Robust JSON handling is crucial due to the variability of LLM outputs:

  • Sanitization (sanitize_json_string): Before any parsing attempt, the raw LLM response is cleaned to remove control characters that are invalid in JSON strings but might be present in the LLM output.
  • Extraction (extract_json_from_response): This function implements a multi-stage strategy to find and parse the JSON:
    1. Tries parsing the sanitized response directly.
    2. If that fails, looks for markdown code fences (json ... or ...) and attempts to parse the content within them.
    3. If that fails, finds the first opening curly brace { and the last closing curly brace } and attempts to parse the substring between them.
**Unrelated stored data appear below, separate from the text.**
// Shared by the export tests: realistic gaits on the demo robots, the JSON
// table read back, the CSV read back with papaparse (an outside RFC 4180
// parser), and gcc (the outside C toolchain) compiling a header into a
// program that prints the table.
import { execFileSync, spawnSync } from "node:child_process";
import { mkdtempSync, rmSync, writeFileSync } from "node:fs";
import { tmpdir } from "node:os";
import { join } from "node:path";
import Papa from "papaparse";
import { generateGait, solveSequence, type GaitParams, type Sequence, type SolvedSequence } from "~/gait/index";
import { parseRobot, type Robot } from "~/kinematics/index";
import { TableExportError, type TableUnits } from "~/export/index";
import { cIdentifier } from "~/export/c-header";
import { UNIT_ROUNDING } from "~/export/rounding";
import type { TableMetaInput } from "~/export/options";
import { loadDemoRobot, type DemoRobotFile } from "../support/robots";

/** The code of the TableExportError that `run` throws, or undefined when it throws none. */
export function codeOf(run: () => unknown): string | undefined {
  try {
    run();
  } catch (error) {
    if (error instanceof TableExportError) return error.code;
    throw error;
  }
  return undefined;
}

/** A robot definition changed and validated again (for servo settings the demo robots lack). */
export function modifiedRobot(robot: Robot, change: (json: Robot) => void): Robot {
  const json = structuredClone(robot);
  change(json);
  const parsed = parseRobot(json);
  if (!parsed.ok) throw new Error(parsed.issues.map((issue) => `${issue.path}: ${issue.message}`).join("; "));
  return parsed.robot;
}

export type DemoGait = { label: string; robot: Robot; params: GaitParams; sequence: Sequence; solved: SolvedSequence };

export function demoGait(file: DemoRobotFile, params: GaitParams): DemoGait {
  const robot = loadDemoRobot(file);
  const sequence = generateGait(robot, params);
  return { label: `${file} ${params.template} stride ${params.strideMm ?? "default"} mm`, robot, params, sequence, solved: solveSequence(robot, sequence) };
}

/** Realistic input: a clean walk per demo robot, and a too-long stride that is unreachable, too fast and clamped. */
export function demoGaits(): DemoGait[] {
  return [
    demoGait("pier-crawler", { template: "tripod", cycleMs: 1200, fps: 50, strideMm: 60, name: "Tripod walk" }),
    demoGait("quay-walker", { template: "trot", cycleMs: 1000, fps: 40, strideMm: 50, name: "Trot" }),
    demoGait("hull-climber", { template: "wave", cycleMs: 1600, fps: 50, strideMm: 40, name: "Wave climb" }),
    demoGait("pier-crawler", { template: "wave", cycleMs: 1200, fps: 50, strideMm: 200, stepHeightMm: 60, name: "Long wave" }),
  ];
}

export function metaFor(gait: { robot: Robot; params?: GaitParams }, extra: Partial<TableMetaInput> = {}): TableMetaInput {
  return {
    robotName: gait.robot.name,
    robotRevision: 3,
    gaitName: gait.params?.name ?? "bench",
    gaitVersion: 2,
    contentHash: "sha256:5d41402abc4b2a76b9719d911017c592",
    ...extra,
  };
}

export const OVERRIDE = "Bench run on the stand, speed flags reviewed by the lead";

export { readJsonTable, type JsonTable } from "../support/tables";

/** The records of a CSV file as papaparse reads it (RFC 4180, the "#" comment header skipped), no type conversion. */
export function readCsv(text: string): string[][] {
  const result = Papa.parse<string[]>(text, { header: false, dynamicTyping: false, skipEmptyLines: false, comments: "#" });
  if (result.errors.length) throw new Error(`papaparse: ${result.errors.map((error) => error.message).join("; ")}`);
  const rows = result.data;
  // RFC 4180 allows a line break after the last record; papaparse then yields one empty record.
  if (rows.length && rows[rows.length - 1].length === 1 && rows[rows.length - 1][0] === "") rows.pop();
  return rows;
}

const GCC_FLAGS = ["-std=c99", "-Wall", "-Wextra", "-Werror", "-pedantic"];

/** gcc from PATH, or a clear failure: the C tests are never skipped. */
export function requireGcc(): string {
  const probe = spawnSync("gcc", ["--version"], { encoding: "utf8" });
  if (probe.error || probe.status !== 0) {
    throw new Error("gcc was not found on PATH: the C header tests need it (npm test installs Debian's gcc and libc6-dev; or apt-get install gcc libc6-dev)");
  }
  return probe.stdout.split("\n")[0];
}

/** Writes the files to a fresh temp dir, compiles main.c with gcc -std=c99 -Wall -Wextra -Werror -pedantic, runs it, returns its output. */
export function compileAndRun(files: Record<string, string>, extraFlags: string[] = []): string {
  const dir = mkdtempSync(join(tmpdir(), "gaitloom-export-"));
  try {
    for (const [name, text] of Object.entries(files)) writeFileSync(join(dir, name), text);
    const binary = join(dir, "table");
    const compile = spawnSync("gcc", [...GCC_FLAGS, "-o", binary, join(dir, "main.c"), ...extraFlags], { encoding: "utf8" });
    if (compile.status !== 0) throw new Error(`gcc ${GCC_FLAGS.join(" ")} failed:\n${compile.stderr}`);
    if (compile.stderr.trim()) throw new Error(`gcc warned:\n${compile.stderr}`);
    return execFileSync(binary, { encoding: "utf8", maxBuffer: 64 * 1024 * 1024 });
  } finally {
    rmSync(dir, { recursive: true, force: true });
  }
}

/** The C names of a table: gaitloom_<gait>_<unit> and its macro prefix. */
export function cNames(gaitName: string, units: TableUnits): { array: string; macro: string } {
  const array = `gaitloom_${cIdentifier(gaitName)}_${UNIT_ROUNDING[units].cSuffix}`;
  return { array, macro: array.toUpperCase() };
}

/**
 * A C program that prints, line by line: frames channels period_us; the
 * channel map; then each frame's cells — all as plain integers.
 */
export function printingProgram(header: string, gaitName: string, units: TableUnits): string {
  const { array, macro } = cNames(gaitName, units);
  return `#include <stdio.h>
#include "${header}"

int main(void) {
  int frame;
  int column;
  printf("%d %d %ld\\n", ${macro}_FRAMES, ${macro}_CHANNELS, (long)${macro}_FRAME_PERIOD_US);
  for (column = 0; column < ${macro}_CHANNELS; column += 1) printf(column ? " %u" : "%u", (unsigned)${array}_channel[column]);
  printf("\\n");
  for (frame = 0; frame < ${macro}_FRAMES; frame += 1) {
    for (column = 0; column < ${macro}_CHANNELS; column += 1) printf(column ? " %ld" : "%ld", (long)${array}[frame][column]);
    printf("\\n");
  }
  return 0;
}
`;
}

/** The printed integers of printingProgram. */
export function readPrinted(output: string): { frames: number; channels: number; periodUs: number; channelMap: number[]; rows: number[][] } {
  const lines = output.trimEnd().split("\n");
  const [frames, channels, periodUs] = lines[0].split(" ").map(Number);
  return { frames, channels, periodUs, channelMap: lines[1].split(" ").map(Number), rows: lines.slice(2).map((line) => line.split(" ").map(Number)) };
}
This approach increases the likelihood of successfully extracting the desired JSON even if the LLM includes introductory text, explanations, or incorrect formatting. These helper functions are identical to those used in return-analysis.py.

Output

The script generates a JSON file (at the path determined by get_output_filepath or specified by the user) containing:

  • process_metadata: Standard metadata including script name, start time, duration, and UUID (generated by create_output_metadata).
  • industrial_specifications: The structured JSON object containing the specifications as generated by the LLM and successfully parsed by extract_json_from_response.

If extract_json_from_response fails to return a valid JSON object from the LLM response, the script prints an error message, shows the raw response, and exits with a non-zero status code.